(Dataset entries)
====
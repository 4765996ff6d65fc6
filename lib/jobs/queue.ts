import { randomBytes } from "node:crypto";
import { Queue, type Job } from "bullmq";
import { PROBLEMS, problemType } from "@/lib/api/errors";
import type { OperationName } from "@/lib/compute/types";

/**
 * Long computations on a distributed queue: BullMQ over Redis (SUMFOLD_REDIS_URL, the Redis protocol port, not the
 * REST stand-in). Any number of worker processes (`npm run worker`, on any machine that reaches the same Redis and
 * MariaDB) take jobs from it. A job holds a validated request body (datasets already resolved), its organisation
 * and key, and its deadline; the result (or the problem) is kept RESULT_TTL_S after it finishes.
 */
export const QUEUE_NAME = "sumfold-jobs";
export const RESULT_TTL_S = 24 * 3600;

export interface JobData {
  op: OperationName;
  body: unknown;
  organizationId: number;
  /** the submitting key (0 for the portal's explorer) */
  keyId: number;
  userId?: number;
  plan: string;
  budgetMs: number;
  submittedAt: string;
}

export interface JobProgress {
  stage: "running";
  startedAt: string;
  elapsedMs: number;
  budgetMs: number;
  /** share of the deadline used so far (a clock, not a measure of the work left) */
  deadlineUsed: number;
}

export type JobOutcome =
  | { ok: true; result: Record<string, unknown>; computeMs: number; computeUnits: number; worker: string; finishedAt: string }
  | { ok: false; problem: Record<string, unknown>; computeMs: number; computeUnits: number; worker: string; finishedAt: string };

export const redisConnection = () => {
  const url = process.env.SUMFOLD_REDIS_URL;
  if (!url) throw new Error("SUMFOLD_REDIS_URL is not set");
  const u = new URL(url);
  return { host: u.hostname, port: Number(u.port || 6379), password: u.password || undefined, maxRetriesPerRequest: null };
};

const g = globalThis as unknown as { __sumfoldQueue?: Queue };
export function jobsQueue(): Queue {
  g.__sumfoldQueue ??= new Queue(QUEUE_NAME, { connection: redisConnection() });
  return g.__sumfoldQueue;
}

export const newJobId = () => `job_${randomBytes(12).toString("base64url")}`;

export async function submitJob(data: JobData): Promise<string> {
  const id = newJobId();
  await jobsQueue().add(data.op, data, {
    jobId: id,
    attempts: 1,
    removeOnComplete: { age: RESULT_TTL_S },
    removeOnFail: { age: RESULT_TTL_S },
  });
  return id;
}

export type JobStatus = "queued" | "running" | "succeeded" | "failed";

export interface JobView {
  id: string;
  operation: OperationName;
  status: JobStatus;
  submittedAt: string;
  startedAt: string | null;
  finishedAt: string | null;
  expiresAt: string | null;
  progress: JobProgress | null;
  result?: Record<string, unknown>;
  problem?: Record<string, unknown>;
  computeMs?: number;
  computeUnits?: number;
}

/** The job as its organisation sees it; null when it does not exist, has expired, or belongs to another one. */
export async function getJobView(id: string, organizationId: number): Promise<JobView | null> {
  if (!/^job_[A-Za-z0-9_-]{16}$/.test(id)) return null;
  // The state first, then the job: read the other way round, a job finishing in between would look completed
  // without its result.
  const state = await jobsQueue().getJobState(id);
  const job = (await jobsQueue().getJob(id)) as Job<JobData, JobOutcome> | undefined;
  if (!job || job.data.organizationId !== organizationId) return null;
  const outcome = job.returnvalue as JobOutcome | null;
  const done = state === "completed" || state === "failed";
  const finishedAt = job.finishedOn ? new Date(job.finishedOn).toISOString() : null;
  const status: JobStatus = state === "active" ? "running" : state === "completed" ? (outcome?.ok ? "succeeded" : "failed") : state === "failed" ? "failed" : "queued";
  const view: JobView = {
    id,
    operation: job.data.op,
    status,
    submittedAt: job.data.submittedAt,
    startedAt: job.processedOn ? new Date(job.processedOn).toISOString() : null,
    finishedAt,
    expiresAt: done && job.finishedOn ? new Date(job.finishedOn + RESULT_TTL_S * 1000).toISOString() : null,
    progress: state === "active" && job.progress && typeof job.progress === "object" ? (job.progress as JobProgress) : null,
  };
  if (status === "succeeded" && outcome?.ok) Object.assign(view, { result: outcome.result, computeMs: outcome.computeMs, computeUnits: outcome.computeUnits });
  if (status === "failed") {
    if (outcome && !outcome.ok) Object.assign(view, { problem: outcome.problem, computeMs: outcome.computeMs, computeUnits: outcome.computeUnits });
    else {
      console.error(`[sumfold] job ${id} failed in its worker: ${job.failedReason}`);
      view.problem = { type: problemType("internal"), title: PROBLEMS.internal.title, status: 500, detail: "The job's worker stopped unexpectedly; submit it again." };
    }
  }
  return view;
}
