"use client";

import { useRouter } from "next/navigation";
import { useCallback, useEffect, useState, type FormEvent } from "react";
import { portalFetch, PortalFetchError, withOrg } from "../../_components/fetch";
import { OrgLink } from "../../_components/org-link";
import { buttonClass, dangerButtonClass, Field, fmtDate, FormError, Loading, Notice, PageHeader, quietButtonClass } from "../../_components/ui";
import { HistogramPreview } from "./histogram";
import { SummaryTable } from "./summary-table";
import { fmtBytes, type DatasetView, type VersionJson } from "./types";
import { UploadForm } from "./upload-form";

export function DatasetDetail({ id }: { id: string }) {
  const router = useRouter();
  const [data, setData] = useState<{ dataset: DatasetView; versions: VersionJson[] } | null>(null);
  const [error, setError] = useState<string | null>(null);
  const [shown, setShown] = useState<number | null>(null);
  const [editing, setEditing] = useState(false);
  const [name, setName] = useState("");
  const [description, setDescription] = useState("");
  const [fields, setFields] = useState<Record<string, string>>({});
  const [newVersion, setNewVersion] = useState(false);
  const [flash, setFlash] = useState<string | null>(null);

  const load = useCallback(() => {
    portalFetch<{ dataset: DatasetView; versions: VersionJson[] }>(`/api/portal/datasets/${encodeURIComponent(id)}`)
      .then((r) => {
        setData(r);
        setError(null);
      })
      .catch((e: PortalFetchError) => setError(e.problem?.error ?? "The dataset could not be loaded."));
  }, [id]);
  useEffect(load, [load]);

  if (error) return <FormError message={error} />;
  if (!data) return <Loading label="Loading the dataset…" />;
  const { dataset, versions } = data;
  const v = versions.find((x) => x.version === (shown ?? dataset.latestVersion)) ?? versions[0];

  async function save(e: FormEvent) {
    e.preventDefault();
    try {
      await portalFetch(`/api/portal/datasets/${id}`, { method: "PATCH", body: { name, description } });
      setEditing(false);
      setFields({});
      setFlash("Saved.");
      load();
    } catch (err) {
      const p = (err as PortalFetchError).problem;
      setFields(p?.fields ?? { name: p?.error ?? "Could not save." });
    }
  }

  async function remove() {
    if (!window.confirm(`Delete “${dataset.name}” with all ${versions.length} version(s)? Models that name it will stop working.`)) return;
    try {
      await portalFetch(`/api/portal/datasets/${id}`, { method: "DELETE" });
      router.push(withOrg("/datasets"));
    } catch (err) {
      setError((err as PortalFetchError).problem?.error ?? "Could not delete.");
    }
  }

  return (
    <div className="space-y-6">
      <p className="text-sm">
        <OrgLink href="/datasets" className="font-semibold text-fold-600 hover:underline">
          ← Datasets
        </OrgLink>
      </p>
      <PageHeader
        title={dataset.name}
        lead={dataset.description || undefined}
        actions={
          dataset.canChange ? (
            <div className="flex gap-2">
              <button type="button" className={quietButtonClass} onClick={() => (setEditing(true), setName(dataset.name), setDescription(dataset.description))}>
                Rename or describe
              </button>
              <button type="button" className={quietButtonClass} onClick={() => setNewVersion(true)}>
                New version
              </button>
              <button type="button" className={dangerButtonClass} onClick={remove}>
                Delete
              </button>
            </div>
          ) : null
        }
      />
      {flash ? <Notice tone="success">{flash}</Notice> : null}
      <p className="text-sm text-ink-soft">
        Use it in a model as <code className="rounded bg-paper-warm px-1 font-mono">{`{ "dataset": "${dataset.id}", "version": ${v.version} }`}</code>. A new upload is a new version; versions never change.
      </p>
      {editing ? (
        <form onSubmit={save} className="space-y-3 rounded-xl border border-paper-line bg-white p-5" aria-label="Rename or describe">
          <Field label="Name" name="name" value={name} onChange={setName} error={fields.name} />
          <Field label="Description" name="description" value={description} onChange={setDescription} error={fields.description} />
          <div className="flex gap-2">
            <button type="submit" className={buttonClass}>
              Save
            </button>
            <button type="button" className={quietButtonClass} onClick={() => setEditing(false)}>
              Cancel
            </button>
          </div>
        </form>
      ) : null}
      {newVersion ? (
        <UploadForm
          datasetId={dataset.id}
          onCancel={() => setNewVersion(false)}
          onDone={(r) => {
            setNewVersion(false);
            setShown(r.version.version);
            setFlash(`Version ${r.version.version} stored: ${r.version.rows.toLocaleString("en-GB")} values.`);
            load();
          }}
        />
      ) : null}
      <div className="grid gap-6 lg:grid-cols-2">
        <section className="space-y-3">
          <h2 className="font-display text-xl font-semibold">Version {v.version} summary</h2>
          <SummaryTable v={v} />
          {v.notes.length ? (
            <ul className="list-disc pl-5 text-xs text-ink-soft">
              {v.notes.map((n) => (
                <li key={n}>{n}</li>
              ))}
            </ul>
          ) : null}
        </section>
        <section className="space-y-3">
          <h2 className="font-display text-xl font-semibold">Histogram</h2>
          <HistogramPreview h={v.histogram} label={`${dataset.name}, version ${v.version}`} />
        </section>
      </div>
      <section>
        <h2 className="font-display text-xl font-semibold">Versions</h2>
        <div className="overflow-x-auto">
        <table className="mt-2 w-full text-sm">
          <thead className="text-left text-xs uppercase tracking-wide text-ink-soft">
            <tr>
              <th className="py-1.5 pr-4">Version</th>
              <th className="py-1.5 pr-4">File</th>
              <th className="py-1.5 pr-6 text-right">Rows</th>
              <th className="py-1.5 pr-4">Uploaded</th>
              <th className="py-1.5" />
            </tr>
          </thead>
          <tbody>
            {versions.map((x) => (
              <tr key={x.version} className="border-t border-paper-line">
                <td className="py-1.5 pr-4">
                  <button type="button" className="font-semibold text-fold-600 hover:underline" onClick={() => setShown(x.version)} aria-pressed={x.version === v.version}>
                    {x.version}
                  </button>
                </td>
                <td className="py-1.5 pr-4">
                  {x.fileName} <span className="text-ink-faint">({fmtBytes(x.fileBytes)})</span>
                </td>
                <td className="py-1.5 pr-6 text-right tabular-nums">
                  {x.rows.toLocaleString("en-GB")}
                  {x.skippedRows ? <span className="text-ink-faint"> (+{x.skippedRows} skipped)</span> : null}
                </td>
                <td className="py-1.5 pr-4 text-ink-soft">{fmtDate(x.createdAt)}</td>
                <td className="py-1.5 text-right">
                  <a href={withOrg(`/api/portal/datasets/${dataset.id}/versions/${x.version}/raw`)} className="text-fold-600 hover:underline" title={`SHA-256 ${x.fileSha256}`}>
                    Raw file
                  </a>
                </td>
              </tr>
            ))}
          </tbody>
        </table>
        </div>
      </section>
    </div>
  );
}
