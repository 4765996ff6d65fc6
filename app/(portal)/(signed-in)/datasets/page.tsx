import type { Metadata } from "next";
import { DatasetsManager } from "./datasets-manager";

export const metadata: Metadata = { title: "Datasets" };

export default function DatasetsPage() {
  return <DatasetsManager />;
}
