/**
 * Binomial(n, p): log phi = n log(1 - p + p e^{it}) (Johnson, Kemp & Kotz, Univariate Discrete Distributions, ch. 3).
 * For p <= 1/2 the factor has Re > 0 on |z| = 1; for p > 1/2 it is written e^{it}(p + (1-p)e^{-it}), again with
 * Re > 0, which gives the continuous branch in closed form.
 */
export function binomial(n: number, p: number): Node {
  const q = 1 - p;
  const logTerm = (cr: number, ci: number, sr: number, si: number, outK: number, re: Float64Array, im: Float64Array) => {
    // log(1 + a (z - 1)) with z - 1 = (cr, ci) (cr = cos - 1 computed accurately), a = p or (1-p)
    const r2 = 2 * cr + cr * cr + ci * ci;
    re[outK] = 0.5 * Math.log1p(r2) * n + sr;
    im[outK] = Math.atan2(ci, 1 + cr) * n + si;
  };
  const cumulants = (m: number) => {
    // c_1 = p, c_{j+1} = p(1-p) dc_j/dp (JKK ch. 3), as polynomials in p
    let poly = [0, 1];
    const out: number[] = [];
    for (let j = 1; j <= m; j++) {
      let v = 0;
      for (let i = poly.length - 1; i >= 0; i--) v = v * p + poly[i];
      out.push(n * v);
      const der = poly.slice(1).map((c, i) => c * (i + 1));
      const next = new Array<number>(der.length + 2).fill(0);
      for (let i = 0; i < der.length; i++) {
        next[i + 1] += der[i];
        next[i + 2] -= der[i];
      }
      poly = next;
    }
    return out;
  };
  const support: [number, number] = p === 0 ? [0, 0] : p === 1 ? [n, n] : [0, n];
  const single = p === 0 || p === 1 || n === 0;
  const node: Node = {
    kind: single
      ? { type: "lattice", origin: support[0], step: 0, atoms: [{ x: support[0], p: 1 }] }
      : { type: "lattice", origin: 0, step: 1, atoms: n <= 4096 ? binomialAtoms(n, p) : null },
    momentIndex: ALL,
    tails: LIGHT,
    nodes: 1,
    notes: [],
    location: n * p,
    scale: Math.sqrt(n * p * q) || 1,
    support,
    logCf(t, re, im) {
      for (let k = 0; k < t.length; k++) {
        const x = t[k];
        const cm1 = -2 * Math.sin(0.5 * x) ** 2;
        const sn = Math.sin(x);
        if (p <= 0.5) logTerm(p * cm1, p * sn, 0, 0, k, re, im);
        else logTerm(q * cm1, -q * sn, 0, n * x, k, re, im);
      }
    },
    cumulants,
    table: (maxLength) => {
      if (single) return { origin: support[0], step: 1, p: Float64Array.of(1), tailMass: 0 };
      const tab = binomialTable(n, p, maxLength);
      return tab;
    },
    countCgf(wr, wi, re, im) {
      for (let k = 0; k < wr.length; k++) {
        const e = Math.exp(wr[k]);
        const zr = e * Math.cos(wi[k]) - 1;
        const zi = e * Math.sin(wi[k]);
        logTerm(p * zr, p * zi, 0, 0, k, re, im);
      }
      unwrapFrom(im, nearestZero(wr, wi));
    },
    panjer: p < 1 ? { a: -p / q, b: ((n + 1) * p) / q, p0: q ** n } : undefined,
    p0: q ** n,
  };
  // claim-law rounding (./log-round.ts): p <= 1/2, L = n log z, z = 1 - p + p e^{it}, Re z >= 1 - 2p >= 0, so |arg z| <=
  // (pi/2) |Im z| / |z| and |phi| n |arg z| <= (pi/2) n p |t| |z|^{n-1}; |phi| |log|phi|| <= 1 - |phi| <= |1 - phi| <= n p |t|.
  // p > 1/2: L = i n t + n log(1 - q + q e^{-it}), the same with q, plus n |t|. So c = (1 + pi/2) n p, or n + (1 + pi/2) n q
  const c = p <= 0.5 ? (1 + Math.PI / 2) * n * p : n + (1 + Math.PI / 2) * n * q;
  return Object.assign(node, linearLogRound(c * (1 + 8 * EPS), node.logCf));
}

function binomialAtoms(n: number, p: number) {
  const t = binomialTable(n, p, n + 1);
  return Array.from(t.p, (v, k) => ({ x: k, p: v }));
}

/**
 * Table of a law on 0, 1, 2, ... over its bulk [mean - 20 sd, mean + 20 sd] (beyond it the mass is far below 1e-40
 * for these near-Gaussian laws) from an accurate pmf, for laws whose P(N = 0) underflows; the origin is the first
 * index kept. With the law's ratio p_{k+1} / p_k (non-increasing, within relRatio of itself) the table carries a bound
 * derived a posteriori (./bulk-bound.ts) and tailMass is its bound on the mass left out; else 1 - kept mass.
 */
function bulkTable(
  mean: number,
  sd: number,
  top: number,
  maxLength: number,
  pmf: (k: number) => number,
  ratio?: (k: number) => number,
  relRatio = 0,
  ratioDW?: { at: (k: number) => DW | null; rel: number },
): LatticeTable {
  const k0 = Math.max(0, Math.floor(mean - 20 * sd - 40));
  const k1 = Math.min(top, Math.ceil(mean + 20 * sd + 40), k0 + maxLength - 1);
  const out = new Float64Array(k1 - k0 + 1);
  let s = 0;
  for (let k = k0; k <= k1; k++) {
    out[k - k0] = pmf(k);
    s += out[k - k0];
  }
  const b = ratio ? bulkRound(out, k0, ratio, relRatio, k0 === 0, k1 === top, ratioDW) : null;
  if (b) return { origin: k0, step: 1, p: out, tailMass: b.tail, round: b.round, pointErr: b.pointErr };
  return { origin: k0, step: 1, p: out, tailMass: Math.max(0, 1 - s) };
}

/** Binomial pmf: multiplicative recursion from k = 0 when (1-p)^n is representable, else log-gamma form. */
function binomialTable(n: number, p: number, maxLength: number): LatticeTable {
  const q = 1 - p;
  const start = q ** n;
  // ratio (n - k) / (k + 1) p / q: q = 1 - p (u), p / q (u), the integer quotient (u), the product (u)
  if (!(start > 1e-280 && n <= 1e5)) return bulkTable(n * p, Math.sqrt(n * p * q), n, maxLength, (k) => binomialPmf(k, n, p), (k) => ((n - k) / (k + 1)) * (p / q), 2.02 * EPS);
  const len = Math.min(n + 1, maxLength);
  const out = new Float64Array(len);
  out[0] = start;
  const r = p / q;
  for (let k = 1; k < len; k++) out[k] = (out[k - 1] * (n - k + 1) * r) / k;
  let s = 0;
  for (let k = 0; k < len; k++) s += out[k];
  // q = 1 - p within eps/2, so q^n within n eps/2 and pow's own ulp; each step: r = p/q within eps, three roundings
  const rel0 = (n / 2 + 2) * EPS;
  return { origin: 0, step: 1, p: out, tailMass: len === n + 1 ? 0 : Math.max(0, 1 - s), pointRel: (j) => 1.01 * (rel0 + 2.5 * j * EPS) };
}

/** Poisson(lambda): log phi = lambda (e^{it} - 1) (JKK ch. 4); entire, so the branch is continuous as written. */
export function poisson(lambda: number): Node {
  const node: Node = {
    kind: lambda === 0 ? { type: "lattice", origin: 0, step: 0, atoms: [{ x: 0, p: 1 }] } : { type: "lattice", origin: 0, step: 1, atoms: null },
    momentIndex: ALL,
    tails: LIGHT,
    nodes: 1,
    notes: [],
    location: lambda,
    scale: Math.sqrt(lambda) || 1,
    support: [0, lambda === 0 ? 0 : Infinity],
    logCf(t, re, im) {
      for (let k = 0; k < t.length; k++) {
        const x = t[k];
        re[k] = -2 * lambda * Math.sin(0.5 * x) ** 2;
        im[k] = lambda * Math.sin(x);
      }
    },
    cumulants: (n) => new Array(n).fill(lambda),
    table(maxLength) {
      if (lambda === 0) return { origin: 0, step: 1, p: Float64Array.of(1), tailMass: 0 };
      // e^-lambda within an ulp; each step lambda/k and the product, two roundings
      if (lambda < 700) return tabulate(maxLength, Math.ceil(lambda), Math.exp(-lambda), (k) => lambda / k, 2 * EPS, EPS);
      // large mean: saddle-point pmf over the bulk
      // ratio lambda / (k + 1): one division
      // (and as a double word, within 4 u^2: ./dd-telescope.ts)
      return bulkTable(lambda, Math.sqrt(lambda), Infinity, maxLength, (k) => poissonPmf(k, lambda), (k) => lambda / (k + 1), 0.51 * EPS, { at: (k) => quotientDW(lambda, k), rel: QUOTIENT_DW_REL });
    },
    countCgf(wr, wi, re, im) {
      for (let k = 0; k < wr.length; k++) {
        const e = Math.exp(wr[k]);
        re[k] = lambda * (e * Math.cos(wi[k]) - 1);
        im[k] = lambda * e * Math.sin(wi[k]);
      }
    },
    // log P_N(z) = lambda (z - 1)
    countLogPgf(zr, zi, re, im) {
      for (let k = 0; k < zr.length; k++) {
        re[k] = lambda * (zr[k] - 1);
        im[k] = lambda * zi[k];
      }
    },
    // P_N'(z) = lambda P_N(z) and P_N(z) = P_N(z0) e^{lambda (z - z0)}, so |P_N'(z)| <= lambda |P_N(z0)| e^{lambda d}
    countSlopeNear: (absPgf, d) => lambda * absPgf * Math.exp(lambda * d),
    // a = 0 and b = lambda exactly; e^-lambda within an ulp
    panjer: { a: 0, b: lambda, p0: Math.exp(-lambda), err: { a: 0, b: 0, p0: EPS, c1: 0 } },
    // |P'(z) / P(z)| = lambda on the unit disc (P(z) = e^{lambda (z - 1)})
    cgfSlope: lambda,
    divide: (m) => ({ a: 0, b: lambda / m, pgf: (z) => Math.exp((lambda / m) * (z - 1)) }),
    p0: Math.exp(-lambda),
  };
  // claim-law rounding (./log-round.ts): L = lambda (e^{it} - 1), |L| <= lambda |e^{it} - 1| <= lambda |t|
  return Object.assign(node, linearLogRound(lambda * (1 + 8 * EPS), node.logCf));
}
====
--- EXERCISE DESCRIPTION ---
With the line containing "return Object.assign(node, linearLogRound(lambda" as the start and the last line of the entries as the end, print that whole span exactly.

--- THE COMPLETED TASK ---
  return Object.assign(node, linearLogRound(lambda * (1 + 8 * EPS), node.logCf));
}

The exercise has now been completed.